When the models related to the argument structures are examined in general, it was concluded that the type of items, the number of items, and the rebuttals used in scientific activities were less than those in the activities involving socioscientific issues. The rebuttals used were also weak. There are also findings in the literature that producing arguments on scientific issues is more difficult than producing arguments on socioscientific issues (Osborne et al., 2004).

When the structure of the warrants in the students’ arguments was examined, it was seen that there are more nonscientific warrants in socioscientific activities, and the scientific and partially scientific warrants are more in the activities that contain scientific subjects. This shows that students were unable to combine what they have learned in science with socioscientific issues. Albe (2008) and Kolsto (2001) stated that scientific knowledge is very low in students’ arguments on socioscientific issues. Similarly, the results of the studies conducted in the related literature support this view (Demircioglu & Ucar, 2014; Sadler & Donnelly, 2006; Wu & Tsai, 2007).

When the argument structures in the activities are analyzed by groups, the argument structures of the two groups vary more than the other groups, and the argumentation levels of these groups are at level 4 and level 5. This might be because some students have different prior knowledge about subjects. Different studies have also indicated that content knowledge plays an important role in the quality of students’ arguments (Acar, 2008; Aufschnaiter et al., 2008; Clark & Sampson, 2008; Cross et al., 2008; Sampson & Clark, 2011). In many studies, it has been emphasized that the most important thing affecting the choice and process of knowledge is previous information (Stark et al., 2009). To better understand how previous information affects argumentation quality in astronomy education, investigating the relationship between middle school students’ content knowledge and argumentation quality could be a direction of future research.
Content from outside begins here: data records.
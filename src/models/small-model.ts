import type { IntervalSink, IntervalSource } from './interval.ts';

/** What a count grows by; symbols not met yet weigh 1. */
const STEP = 24;
const LARGEST_SUM = 2 ** 13;

/**
 * Adaptive frequencies over a few symbols, for the parts of a sent table: symbols are found by walking.
 *
 * Memory: 2 bytes a symbol.
 */
export class SmallModel {
  readonly #weights: Uint16Array;
  #sum: number;

  constructor(size: number) {
    this.#weights = new Uint16Array(size).fill(1);
    this.#sum = size;
  }

  encode(symbol: number, sink: IntervalSink): void {
    const weights = this.#weights;
    let low = 0;
    for (let i = 0; i < symbol; i++) low += weights[i];
    sink.put(low, weights[symbol], this.#sum);
    this.#count(symbol);
  }

  decode(source: IntervalSource): number {
    const weights = this.#weights;
    const target = source.target(this.#sum);
    let symbol = 0;
    let low = 0;
    while (low + weights[symbol] <= target) low += weights[symbol++];
    source.take(low, weights[symbol]);
    this.#count(symbol);
    return symbol;
  }

  #count(symbol: number): void {
    this.#weights[symbol] += STEP;
    this.#sum += STEP;
    if (this.#sum <= LARGEST_SUM) return;
    this.#sum = 0;
    for (let i = 0; i < this.#weights.length; i++) {
      this.#weights[i] = (this.#weights[i] + 1) >>> 1;
      this.#sum += this.#weights[i];
    }
  }
}

/** Bits of the binary form of an integer 0 … 2^32 − 1; 0 for 0. */
export const bitLength = (value: number): number => 32 - Math.clz32(value);

/** Writes the low `width` bits of a value below 2^32 as equally likely. */
export function putBits(sink: IntervalSink, value: number, width: number): void {
  for (let left = width; left > 0; ) {
    const take = Math.min(16, left);
    left -= take;
    sink.put(Math.floor(value / 2 ** left) % 2 ** take, 1, 2 ** take);
  }
}

export function takeBits(source: IntervalSource, width: number): number {
  let value = 0;
  for (let left = width; left > 0; ) {
    const take = Math.min(16, left);
    left -= take;
    const piece = source.target(2 ** take);
    source.take(piece, 1);
    value = value * 2 ** take + piece;
  }
  return value;
}

/** Integers 0 … 2^32 − 1: the bit length adaptively, the bits below the leading 1 as they are. */
export class IntegerModel {
  readonly #lengths = new SmallModel(33);

  encode(value: number, sink: IntervalSink): void {
    const length = bitLength(value);
    this.#lengths.encode(length, sink);
    if (length > 1) putBits(sink, value - 2 ** (length - 1), length - 1);
  }

  decode(source: IntervalSource): number {
    const length = this.#lengths.decode(source);
    return length < 2 ? length : 2 ** (length - 1) + takeBits(source, length - 1);
  }
}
7 Limitations and Future Research

There are some limitations in this study. First, this study was implemented in a private school. Therefore, the results are true for these students. Future research is necessary to be performed with the students in public schools. Second, the researcher conducted the lessons because the science teacher had no ability to design AR learning practices. Teachers and students creating their own AR experiences is an important way to bring the learning outcomes of AR available to a wider audience (Romano et al., 2020). Further research can be conducted in which the science teacher of the class is the instructor. Another limitation of the study is that the instruction with AR-based argumentation was time-consuming, and the time allocated for the “Solar System and Beyond” unit in the curriculum was not sufficient for the implementation, because students tried to understand to use AR applications, and they needed time to reflect on the activities despite prior training on AR before the instructional process. This situation may cause cognitive overload (Alalwan et al., 2020). The adoption and implementation of educational technologies are more difficult and time-consuming than other methods (Parker & Heywood, 1998). A longer period is needed to prepare student-centered and technology-supported activities.